Мои мать и отец, отец в особенности, были, как все немцы в нашем городке, убеждены в красоте золотистых кос и белых гольфов. Они верили в прямоугольник усов Гитлера и в то, что мы, трансильванские саксы,[2] относимся к арийской расе. Моя тайна, хотя бы с чисто телесной стороны, являлась величайшей мерзостью. К этому еще примешивалось — поскольку с румыном — осквернение расы.
Я хотел вырваться из семьи, пусть даже в лагерь. Мне только жаль было маму, которая и не подозревала, как мало ей обо мне известно. Когда я буду далеко, она станет обо мне больше думать, чем я о ней.
В церкви, подле святого с овцой молчания на затылке, я увидел в белой нише надпись: НЕБО ПРИДАЕТ ХОД ВРЕМЕНИ. Укладывая чемодан, я размышлял: «Подействовала белая ниша. Сейчас то время, которому придан ход». К тому же я радовался, что мне не нужно на войну, на фронт, в снега. А нужно по-дурацки храбро и послушно укладывать чемодан. Я защищался от «ничто». Ничто мне не подходило — ни кожаные гамаши со шнурками, ни шаровары, ни пальто с бархатным воротником. Дело было во времени, которому придан ход, а не в вещах.

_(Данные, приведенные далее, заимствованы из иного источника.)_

import { expect, test, type Page } from '@playwright/test'
import { AXE_ROUTES, isElsewhere } from './axe-routes'
import { expectAccessible, signInAs } from './helpers'

// Issue 16 item 17: every page passes axe-core's WCAG 2.2 A and AA rules — contrast, names, valid ARIA —
// at a desk, in English and Spanish. Each page is checked once what it shows has arrived. Which pages, and
// where each route is checked: tests/e2e/axe-routes.ts (a unit test holds it to the router's routes).

async function firstVehicle(page: Page) {
  const card = page.locator('[data-column="storage"] [data-stock]').first()
  await expect(card).toBeVisible()
  return (await card.getAttribute('data-id'))!
}

// The pages of tests/e2e/axe-routes.ts, one test each (axe on a full page takes a while on a loaded
// machine), each page once what it shows has arrived, and each main dialog open over it.
for (const [name, entry] of Object.entries(AXE_ROUTES)) {
  if (isElsewhere(entry)) continue
  const { role, path, ready, dialogs } = entry
  test(`${name} passes axe${role ? ` (${role})` : ''}${dialogs ? `, with ${dialogs.join(', ')} open` : ''}`, async ({ page }) => {
    test.slow()
    if (role) await signInAs(page, role)
    await page.goto(typeof path === 'string' ? path : await path(page))
    await expect(ready(page).first()).toBeVisible()
    await expectAccessible(page)
    for (const opener of dialogs ?? []) {
      await page.getByRole('button', { name: opener, exact: true }).first().click()
      const dialog = page.getByRole('dialog')
      await expect(dialog).toBeVisible()
      await expectAccessible(page)
      await page.keyboard.press('Escape')
      await expect(dialog).toBeHidden()
    }
  })
}

test("the manager's yard at a glance passes axe once its charts have drawn, and its figures are in tables too", async ({ page }) => {
  test.slow()
  await signInAs(page, 'manager', '/reports/glance')
  // echarts comes with this page only (its own chunk): the chart's SVG is the sign it arrived and drew.
  await expect(page.getByTestId('glance-weeks').locator('svg').first()).toBeVisible()
  await expect(page.getByTestId('glance-columns').getByRole('rowheader', { name: 'Storage' })).toBeVisible()
  await expect(page.getByRole('img', { name: 'Storage earned by week' })).toBeVisible()
  await expectAccessible(page)
})

test("a vehicle's page, its teardown and the owner's page pass axe, in English and in Spanish", async ({ page, browser }) => {
  test.slow()
  await signInAs(page, 'manager')
  const vehicleId = await firstVehicle(page)
  await page.goto(`/vehicles/${vehicleId}`)
  await expect(page.getByTestId('history')).toBeVisible()
  await expectAccessible(page)
  // Printed, the record is the paper's: no top bar, no buttons, no map (it printed on six pages before).
  await page.emulateMedia({ media: 'print' })
  await expect(page.locator('.top-bar')).toBeHidden()
  await expect(page.getByRole('button', { name: 'Correct the record' })).toBeHidden()
  await expect(page.getByTestId('map')).toBeHidden()
  await expect(page.getByTestId('history')).toBeVisible()
  await page.emulateMedia({ media: 'screen' })
  await page.goto(`/vehicles/${vehicleId}/inspection`)
  await expect(page.getByTestId('vehicle-state')).toBeVisible()
  await expectAccessible(page)

  await page.goto(`/vehicles/${vehicleId}`)
  await page.getByRole('button', { name: 'New owner link' }).click()
  const url = await page.getByTestId('owner-link-url').inputValue()
  for (const locale of ['en-US', 'es-US']) {
    const context = await browser.newContext({ locale })
    const owner = await context.newPage()
    await owner.goto(url)
    await expect(owner.getByTestId('owner-quote').or(owner.getByRole('heading', { level: 1 })).first()).toBeVisible()
    await expect(owner.locator('html')).toHaveAttribute('lang', locale.slice(0, 2))
    await expectAccessible(owner)
    await context.close()
  }
})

В таких одежках или в других — все равно станешь взрослым. Хоть этот мир и не бал-маскарад, думал я, но тот, кто едет к русским посреди зимы, вряд ли будет выглядеть смешным.
Патруль, состоящий из двух полицейских — румына и русского, — ходил со списком из дома в дом. Я уже не помню, произнес ли кто-нибудь из патрульных в нашем доме слово ЛАГЕРЬ. А если нет, то какое другое слово, кроме как РОССИЯ, могло быть сказано. Но если даже и так, то слово ЛАГЕРЬ меня не испугало. Несмотря на военное время и затылочное молчание моих рандеву, я в свои семнадцать лет все еще торчал в светлом и глупом детстве. Меня задевали слова «акварель» и «плоть». К слову ЛАГЕРЬ мой мозг был глух.

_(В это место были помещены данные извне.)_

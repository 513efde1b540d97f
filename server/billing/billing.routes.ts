import { z } from 'zod'
import { Router } from 'express'
import type { Database } from '@db/client'
import {
  adjustmentInputSchema,
  businessDateSchema,
  closeoutInputSchema,
  declineInputSchema,
  invoiceQuerySchema,
  paymentInputSchema,
  refundInputSchema,
} from '@shared/schemas/billing'
import { vehicleParamsSchema } from '@shared/schemas/vehicles'
import { msg } from '@shared/schemas/field-messages'
import { receiptNumber, receiptPdf } from '../documents/index'
import { notFound } from '../errors'
import { vehicleForUser, type VehicleChanges } from '../vehicles/index'
import { adjustCharges, decideAdjustment } from './adjustments.service'
import { dueBeforeOf } from './billing.queries'
import { invoiceOf } from './invoice.service'
import { refund, takePayment } from './payments.service'
import { closeDrawer, drawerOf } from './closeout.service'
import { receiptInput, type ReceiptMail } from './receipt-mail'
import { documentLanguageQuerySchema } from '@shared/schemas/fields'

const paymentParams = vehicleParamsSchema.extend({ paymentId: z.uuid({ error: msg('common.thatNotPaymentId', 'That is not a payment id.') }) })
const adjustmentParams = vehicleParamsSchema.extend({ adjustmentId: z.uuid({ error: msg('common.thatNotAdjustmentId', 'That is not a waiver or discount id.') }) })

/** /api/vehicles/:vehicleId/…: the invoice, payments and refunds, waivers and discounts, receipts. */
export function vehicleBillingRouter(changes: VehicleChanges, mail: ReceiptMail): Router {
  const { db } = changes
  const router = Router({ mergeParams: true })
  router.get('/invoice', async (req, res) => {
    const { vehicleId } = vehicleParamsSchema.parse(req.params)
    const { asOf } = invoiceQuerySchema.parse(req.query)
    const { vehicle, yard } = await vehicleForUser(db, req.user!.id, vehicleId)
    res.json({ invoice: await invoiceOf(db, vehicle, yard, asOf ? new Date(asOf) : undefined) })
  })
  router.post('/payments', async (req, res) => {
    const { vehicleId } = vehicleParamsSchema.parse(req.params)
    const answer = await takePayment(changes, req.user!, vehicleId, paymentInputSchema.parse(req.body), mail)
    res.status(answer.replayed ? 200 : 201).json(answer)
  })
  router.post('/refunds', async (req, res) => {
    const { vehicleId } = vehicleParamsSchema.parse(req.params)
    const answer = await refund(changes, req.user!, vehicleId, refundInputSchema.parse(req.body))
    res.status(answer.replayed ? 200 : 201).json(answer)
  })
  router.get('/payments/:paymentId/receipt', async (req, res) => {
    const { vehicleId, paymentId } = paymentParams.parse(req.params)
    const { lang } = documentLanguageQuerySchema.parse(req.query)
    const { vehicle, yard } = await vehicleForUser(db, req.user!.id, vehicleId)
    const invoice = await invoiceOf(db, vehicle, yard)
    const payment = invoice.payments.find((p) => p.id === paymentId)
    if (!payment) throw notFound('That payment')
    const pdf = await receiptPdf(receiptInput(vehicle, yard, payment, await dueBeforeOf(db, paymentId)), lang)
    res.setHeader('Cache-Control', 'private, no-store')
    res.setHeader('Content-Disposition', `inline; filename="receipt-${receiptNumber(payment.id)}.pdf"`)
    res.type('application/pdf').send(Buffer.from(pdf))
  })
  router.post('/adjustments', async (req, res) => {
    const { vehicleId } = vehicleParamsSchema.parse(req.params)
    res.status(201).json(await adjustCharges(changes, req.user!, vehicleId, adjustmentInputSchema.parse(req.body)))
  })
  router.post('/adjustments/:adjustmentId/approve', async (req, res) => {
    const { vehicleId, adjustmentId } = adjustmentParams.parse(req.params)
    res.json(await decideAdjustment(changes, req.user!, vehicleId, adjustmentId, { approve: true }))
  })
  router.post('/adjustments/:adjustmentId/decline', async (req, res) => {
    const { vehicleId, adjustmentId } = adjustmentParams.parse(req.params)
    const { reason } = declineInputSchema.parse(req.body)
    res.json(await decideAdjustment(changes, req.user!, vehicleId, adjustmentId, { approve: false, reason }))
  })
  return router
}

/** /api/cash-drawer: the day's cash drawer and its close-out. */
export function cashDrawerRouter(db: Database): Router {
  const router = Router()
  router.get('/', async (req, res) => {
    const { date } = z.object({ date: businessDateSchema.optional() }).parse(req.query)
    res.json({ drawer: await drawerOf(db, req.user!, date) })
  })
  router.post('/closeout', async (req, res) => {
    res.status(201).json({ drawer: await closeDrawer(db, req.user!, closeoutInputSchema.parse(req.body)) })
  })
  return router
}
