// @vitest-environment happy-dom
import { mount } from '@vue/test-utils'
import { afterEach, beforeAll, describe, expect, it } from 'vitest'
import { repairOrSalvage } from '@shared/domain/inspection'
import type { InspectionPage } from '@shared/schemas/inspections'
import { i18n, loadMessages } from '@/i18n'
import InspectionsRecommendation from '../../../src/components/inspections/InspectionsRecommendation.vue'

// The repair-or-salvage advice is worded from the core's numbers (issue 14), not shown as its English.
// Invented figures; the two rules are the rule sets' own (a share of the value, or the Total Loss Formula).
const source = { citation: 'test rule', confidence: 'C' as const }
const percent = repairOrSalvage(600_000, 800_000, 100_000, { totalLoss: { rule: 'percent-of-value', percent: 75, source } })
const formula = repairOrSalvage(300_000, 800_000, 100_000, { totalLoss: { rule: 'total-loss-formula', source } })
const global = { plugins: [i18n] }
beforeAll(() => Promise.all([loadMessages('en'), loadMessages('es')]))
afterEach(() => {
  i18n.global.locale.value = 'en'
})
const lines = (recommendation: ReturnType<typeof repairOrSalvage>) =>
  mount(InspectionsRecommendation, { props: { page: { recommendation, ruleSet: null } as unknown as InspectionPage }, global }).findAll('.advice__line').map((p) => p.text())

describe('the repair-or-salvage explanation in the reader’s language', () => {
  it('reads in English as the core’s own explanation, under either rule', () => {
    expect(lines(percent)).toEqual(percent.explanation)
    expect(lines(formula)).toEqual(formula.explanation)
  })

  it('reads in Spanish from the numbers: $6,000 reaches 75 % of $8,000, so salvage', () => {
    i18n.global.locale.value = 'es'
    expect(lines(percent)).toEqual([
      'El presupuesto de reparación es de $6,000.00; el vehículo valía unos $8,000.00 antes del daño.',
      'Aquí un vehículo es pérdida total cuando la reparación cuesta el 75 % de su valor o más: $6,000.00.',
      'El presupuesto llega a esa cifra, así que repararlo cuesta más de lo que permite la regla: se recomienda salvamento.',
    ])
    expect(lines(formula)[2]).toBe('Eso es menos que el valor del vehículo, así que vale la pena considerar la reparación.')
  })
})
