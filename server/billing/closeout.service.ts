import { and, asc, eq, gte, lt } from 'drizzle-orm'
import type { Database, Executor } from '@db/client'
import { cashCloseouts, payments, users, vehicles } from '@db/schema'
import { countDrawer } from '@shared/domain/billing'
import { dayFromIsoDate, isoDate, localDay, startOfLocalDay } from '@shared/domain/time'
import type { CloseoutRecord, Drawer } from '@shared/schemas/billing'
import type { User } from '@shared/schemas/users'
import { AppError, conflict, fieldIssue, notFound, said } from '../errors'
import { yardOfUser } from '../yards/index'
import { paymentRecord } from './billing.queries'

type YardRow = NonNullable<Awaited<ReturnType<typeof yardOfUser>>>

async function yardFor(db: Executor, user: User): Promise<YardRow> {
  const yard = await yardOfUser(db, user.id)
  if (!yard) throw notFound('A yard for your company')
  return yard
}

/** The cash that moved through the yard's drawer on one of its calendar days, change already given back. */
async function cashOfDay(db: Executor, yard: YardRow, businessDate: string) {
  const day = dayFromIsoDate(businessDate, 'businessDate')
  const from = new Date(startOfLocalDay(yard.timeZone, day))
  const to = new Date(startOfLocalDay(yard.timeZone, day + 1))
  const rows = await db
    .select({ p: payments, by: users.name, stockNumber: vehicles.stockNumber })
    .from(payments)
    .innerJoin(vehicles, eq(vehicles.id, payments.vehicleId))
    .innerJoin(users, eq(users.id, payments.takenById))
    .where(and(eq(vehicles.yardId, yard.id), eq(payments.method, 'cash'), gte(payments.takenAt, from), lt(payments.takenAt, to)))
    .orderBy(asc(payments.takenAt), asc(payments.id))
  return rows.map((r) => ({ ...paymentRecord(r.p, r.by), stockNumber: r.stockNumber, vehicleId: r.p.vehicleId }))
}

async function closeoutOf(db: Executor, yardId: string, businessDate: string): Promise<CloseoutRecord | null> {
  const [row] = await db
    .select({ c: cashCloseouts, by: users.name })
    .from(cashCloseouts)
    .innerJoin(users, eq(users.id, cashCloseouts.closedById))
    .where(and(eq(cashCloseouts.yardId, yardId), eq(cashCloseouts.businessDate, businessDate)))
  if (!row) return null
  const { c } = row
  return {
    id: c.id,
    businessDate: c.businessDate,
    openingFloatCents: c.openingFloatCents,
    recordedCents: c.recordedCents,
    expectedCents: c.openingFloatCents + c.recordedCents,
    countedCents: c.countedCents,
    overShortCents: c.overShortCents,
    note: c.note,
    closedBy: row.by,
    closedAt: c.closedAt.toISOString(),
  }
}

const alreadyClosed = () => conflict('This day’s drawer is already closed.', said('drawerClosed', undefined, { issues: [fieldIssue('businessDate', 'billing.alreadyClosed', 'Already closed.')] }))

const todayIn = (zone: string) => isoDate(localDay(zone, Date.now()))

/** The drawer of one yard day (today by default): its cash movements, what they add up to, and its close-out if done. */
export async function drawerOf(db: Database, user: User, businessDate?: string): Promise<Drawer> {
  const yard = await yardFor(db, user)
  const today = todayIn(yard.timeZone)
  const date = businessDate ?? today
  const movements = await cashOfDay(db, yard, date)
  return {
    businessDate: date,
    today,
    timeZone: yard.timeZone,
    movements,
    recordedCents: countDrawer(movements, 0, 0).recordedCents,
    closeout: await closeoutOf(db, yard.id, date),
  }
}

/**
 * Closes a day's drawer: the count against what the payments recorded, over or short, with who
 * closed it and when. Once a day per yard; a day still to come cannot be closed.
 */
export async function closeDrawer(db: Database, user: User, input: { businessDate: string; openingFloatCents: number; countedCents: number; note: string | null }): Promise<Drawer> {
  await db.transaction(async (tx) => {
    const yard = await yardFor(tx, user)
    if (input.businessDate > todayIn(yard.timeZone)) {
      const issues = [fieldIssue('businessDate', 'billing.todayOrBefore', 'Choose today or a day before.')]
      throw new AppError(400, 'That day has not come yet: close the drawer at the end of the day.', said('drawerNotYet', undefined, { issues }))
    }
    if (await closeoutOf(tx, yard.id, input.businessDate)) throw alreadyClosed()
    const count = countDrawer(await cashOfDay(tx, yard, input.businessDate), input.openingFloatCents, input.countedCents)
    // The unique (yard, day) constraint is the last word if two people close the same day at once.
    await tx.insert(cashCloseouts).values({
      yardId: yard.id,
      businessDate: input.businessDate,
      openingFloatCents: input.openingFloatCents,
      recordedCents: count.recordedCents,
      countedCents: count.countedCents,
      overShortCents: count.overShortCents,
      note: input.note,
      closedById: user.id,
    })
  }).catch((err) => {
    // Two people closing the same day at once: the unique (yard, day) constraint refused the second.
    if ((err?.cause?.code ?? err?.code) === '23505') throw alreadyClosed()
    throw err
  })
  return drawerOf(db, user, input.businessDate)
}
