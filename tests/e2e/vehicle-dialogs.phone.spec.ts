import { expect, test } from '@playwright/test'
import { signInAs } from './helpers'

test('on a phone a form dialog takes the whole screen and a new yard space shows on the page once saved', async ({ page }) => {
  await signInAs(page, 'dispatcher')
  await page.getByRole('textbox', { name: /Find a vehicle/ }).fill('5SAT616')
  await page.getByRole('option').filter({ hasText: 'Nimbus Ember' }).tap()
  const free = await page.evaluate(async () => {
    const { spaces } = (await (await fetch('/api/spaces')).json()) as { spaces: { label: string; size: string; occupant: unknown }[] }
    return spaces.find((s) => s.size === 'standard' && !s.occupant)!.label
  })

  await page.getByRole('button', { name: 'Yard space' }).tap()
  const dialog = page.getByRole('dialog', { name: 'Yard space' })
  await expect(dialog.getByRole('button', { name: 'Save the space' })).toBeInViewport({ ratio: 1 })
  const box = (await dialog.boundingBox())!
  expect([box.x, box.y, box.width, box.height]).toEqual([0, 0, page.viewportSize()!.width, page.viewportSize()!.height])

  await dialog.getByRole('combobox', { name: 'Yard space' }).tap()
  await page.locator('.el-select-dropdown__item').filter({ hasText: new RegExp(`^${free}(?!\\d)`) }).tap()
  await dialog.getByRole('button', { name: 'Save the space' }).tap()
  await expect(dialog).toBeHidden()
  await expect(page.locator('.vehicle-header')).toContainText(`Space ${free}`)
})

Тогда, за столом, в случае с картофелем и вилкой, когда мать схватила меня за руку словом «плоть», я припомнил, как ребенком играл во дворе и мама крикнула из окна веранды: «Если ты немедленно не сядешь за стол, больше тебя звать не буду, оставайся, где ты сейчас». Так как я еще какое-то время провел внизу, во дворе, она сказала, когда я поднялся наверх: «Складывай свои вещи и отправляйся на все четыре стороны, там сможешь делать что захочешь». Мать потащила меня в комнату, схватила маленький рюкзак и запихала в него мою шапочку и куртку. Я спросил: «Куда мне идти, я же твой ребенок».
Многие люди полагают, что укладка чемодана — дело навыка, она выходит сама собой, как песня или молитва. У нас не было ни навыка, ни чемодана. Когда моему отцу пришлось идти на фронт вместе с румынскими солдатами, укладывать было нечего. Солдату всё дают, что полагается для обмундирования.

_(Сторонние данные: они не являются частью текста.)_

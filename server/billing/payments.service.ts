import { createHash } from 'node:crypto'
import { payments } from '@db/schema'
import { cashChange, formatCents } from '@shared/domain/billing'
import type { Payment, PaymentAnswer } from '@shared/schemas/billing'
import type { Refund } from '@shared/schemas/billing'
import type { User } from '@shared/schemas/users'
import { AppError, fieldIssue, said } from '../errors'
import { changeVehicle, vehicleForUser, type VehicleChanges } from '../vehicles/index'
import { paymentByKey, paymentRecord, type PaymentRow } from './billing.queries'
import { invoiceOf, withMovement } from './invoice.service'
import { queueReceipt, type ReceiptMail } from './receipt-mail'
import { refusal } from './refusal'

const hashOf = (fields: Record<string, unknown>) => createHash('sha256').update(JSON.stringify(fields)).digest('hex')


/** The same key again: the payment it recorded, or a refusal if the key now asks for something else. */
function replay(existing: PaymentRow, requestHash: string, takenBy: string) {
  if (existing.requestHash !== requestHash) {
    throw refusal(409, 'idempotencyKey', 'This payment key was already used for a different payment. Reload the page and try again.', said('paymentKeyUsed'))
  }
  return paymentRecord(existing, takenBy)
}

/**
 * Takes a payment at the counter: cash (with the change given), check or card at the terminal. The
 * idempotency key makes a retry or a second tap record it once; the vehicle's lock makes two at once
 * wait for each other, so neither can pay more than is due. A receipt goes by e-mail when an address
 * was typed (the contact's own address, once contacts exist, is the seam in receipt-mail.ts).
 */
export async function takePayment(changes: VehicleChanges, actor: User, vehicleId: string, input: Payment, mail: ReceiptMail): Promise<PaymentAnswer> {
  const requestHash = hashOf({ kind: 'payment', method: input.method, amountCents: input.amountCents, tenderedCents: input.tenderedCents, checkNumber: input.checkNumber, terminalReference: input.terminalReference })
  const { result, changed } = await changeVehicle(changes, actor, vehicleId, async ({ tx, vehicle, yard, now, record }) => {
    const existing = await paymentByKey(tx, vehicleId, input.idempotencyKey)
    if (existing) return { payment: replay(existing, requestHash, actor.name), replayed: true, invoice: undefined }
    if (vehicle.state === 'closed') throw refusal(409, 'vehicleId', 'This vehicle has left the yard: its bill is closed and takes no more payments.', said('closedPayments'))
    const before = await invoiceOf(tx, vehicle, yard, now)
    if (before.dueCents <= 0) throw refusal(400, 'amountCents', 'Nothing is due on this vehicle.', said('nothingDue'))
    if (input.amountCents > before.dueCents) {
      throw refusal(400, 'amountCents', `That is more than is due: ${formatCents(before.dueCents)} is due. Take at most that.`, said('moreThanDue', { dueCents: before.dueCents }))
    }
    const cash = input.method === 'cash'
    const tenderedCents = cash ? (input.tenderedCents ?? input.amountCents) : null
    const changeCents = cash ? cashChange(input.amountCents, tenderedCents!) : null
    if (cash && changeCents === null) throw refusal(400, 'tenderedCents', 'The cash handed over is less than the amount paid.', said('cashShort'))
    const [row] = await tx
      .insert(payments)
      .values({
        vehicleId,
        kind: 'payment',
        method: input.method,
        amountCents: input.amountCents,
        tenderedCents,
        changeCents,
        checkNumber: input.method === 'check' ? input.checkNumber : null,
        terminalReference: input.method === 'card' ? input.terminalReference : null,
        idempotencyKey: input.idempotencyKey,
        requestHash,
        dueBeforeCents: before.dueCents,
        receiptEmail: input.receiptEmail,
        takenById: actor.id,
        takenAt: now,
      })
      .returning()
    const payment = paymentRecord(row!, actor.name)
    // Only what this kind of payment has: a cash payment names its change, a check its number.
    const specific = { changeCents: payment.changeCents || null, checkNumber: payment.checkNumber, terminalReference: payment.terminalReference }
    record({
      kind: 'payment_taken',
      after: {
        paymentId: payment.id,
        method: payment.method,
        amountCents: payment.amountCents,
        ...Object.fromEntries(Object.entries(specific).filter(([, v]) => v !== null)),
        dueBeforeCents: before.dueCents,
        dueAfterCents: before.dueCents - payment.amountCents,
      },
    })
    await queueReceipt(tx, { actor, vehicle, yard, payment, to: input.receiptEmail, language: input.receiptLanguage, dueAfterCents: before.dueCents - payment.amountCents })
    return { payment, replayed: false, invoice: withMovement(before, payment) }
  })
  if (changed && result.payment.receiptEmail) mail.kick?.()
  return answer(changes, actor, vehicleId, result)
}

/** Money given back by a manager, with the reason; never more than was paid and not yet refunded. */
export async function refund(changes: VehicleChanges, actor: User, vehicleId: string, input: Refund): Promise<PaymentAnswer> {
  const requestHash = hashOf({ kind: 'refund', method: input.method, amountCents: input.amountCents, reason: input.reason })
  const { result } = await changeVehicle(changes, actor, vehicleId, async ({ tx, vehicle, yard, record }) => {
    const existing = await paymentByKey(tx, vehicleId, input.idempotencyKey)
    if (existing) return { payment: replay(existing, requestHash, actor.name), replayed: true, invoice: undefined }
    const before = await invoiceOf(tx, vehicle, yard)
    if (input.amountCents > before.netPaidCents) {
      const paidCents = before.netPaidCents
      throw new AppError(
        400,
        `A refund cannot be more than was paid: ${formatCents(paidCents)} was paid and not yet refunded.`,
        said('refundMoreThanPaid', { paidCents }, { issues: [fieldIssue('amountCents', 'billing.refundAtMost', `At most ${formatCents(paidCents)} can be refunded.`, { paidCents })] }),
      )
    }
    if (input.method === 'check' && !input.checkNumber) throw refusal(400, 'checkNumber', 'Enter the number of the check you give back.', said('checkNumberBack'))
    const [row] = await tx
      .insert(payments)
      .values({
        vehicleId,
        kind: 'refund',
        method: input.method,
        amountCents: input.amountCents,
        checkNumber: input.method === 'check' ? input.checkNumber : null,
        terminalReference: input.method === 'card' ? input.terminalReference : null,
        reason: input.reason,
        idempotencyKey: input.idempotencyKey,
        requestHash,
        dueBeforeCents: before.dueCents,
        takenById: actor.id,
      })
      .returning()
    const payment = paymentRecord(row!, actor.name)
    const specific = { checkNumber: payment.checkNumber, terminalReference: payment.terminalReference }
    record({
      kind: 'payment_refunded',
      reason: input.reason,
      after: { paymentId: payment.id, method: payment.method, amountCents: payment.amountCents, ...Object.fromEntries(Object.entries(specific).filter(([, v]) => v !== null)) },
    })
    return { payment, replayed: false, invoice: withMovement(before, payment) }
  })
  return answer(changes, actor, vehicleId, result)
}

/** The answer: the invoice the change worked out, or — for a replayed key, which read none — the bill as it is now. */
async function answer(changes: VehicleChanges, actor: User, vehicleId: string, result: { payment: PaymentAnswer['payment']; replayed: boolean; invoice: PaymentAnswer['invoice'] | undefined }): Promise<PaymentAnswer> {
  const { payment, replayed } = result
  if (result.invoice) return { payment, replayed, invoice: result.invoice }
  const { vehicle, yard } = await vehicleForUser(changes.db, actor.id, vehicleId)
  return { payment, replayed, invoice: await invoiceOf(changes.db, vehicle, yard) }
}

Мы укладывали вещи в дорогу и от холода, а для чего еще они понадобятся — не знали. Нужного не имели, приходилось импровизировать. Ненужное становилось необходимым. Необходимое — тогда единственно нужное, когда оно есть.
Мама принесла из столовой патефон и поставила его на кухонный стол. Я с помощью отвертки превратил патефонный ящик в чемодан. Сперва я вытащил диск для пластинок и механизм. Потом заткнул пробкой дырку от ручки патефона. Внутренняя обивка, огненно-рыжий бархат, осталась. Треугольную этикетку с собакой перед граммофоном HIS MASTERS VOICE я не снял. На дно чемодана я уложил четыре книжки: «Фауста» в твердом переплете, «Заратустру», тоненького Вайнхебера и «Лирику восьми столетий». Никаких романов, их читают один раз и больше не перечитывают. На книжки — несессер. В него вошли: флакон туалетной воды — один, флакон жидкости после бритья «Tapp» — один, мыло для бритья — одно, станок для бритья — один, кисточка для бритья — одна, квасцовая палочка — одна, мыло для рук — одно, ножницы для ногтей — одни. Рядом с несессером я положил одну пару шерстяных носков (коричневых, штопаных), одну пару гольфов, одну фланелевую сорочку в красно-белую клетку, две пары коротких репсовых подштанников.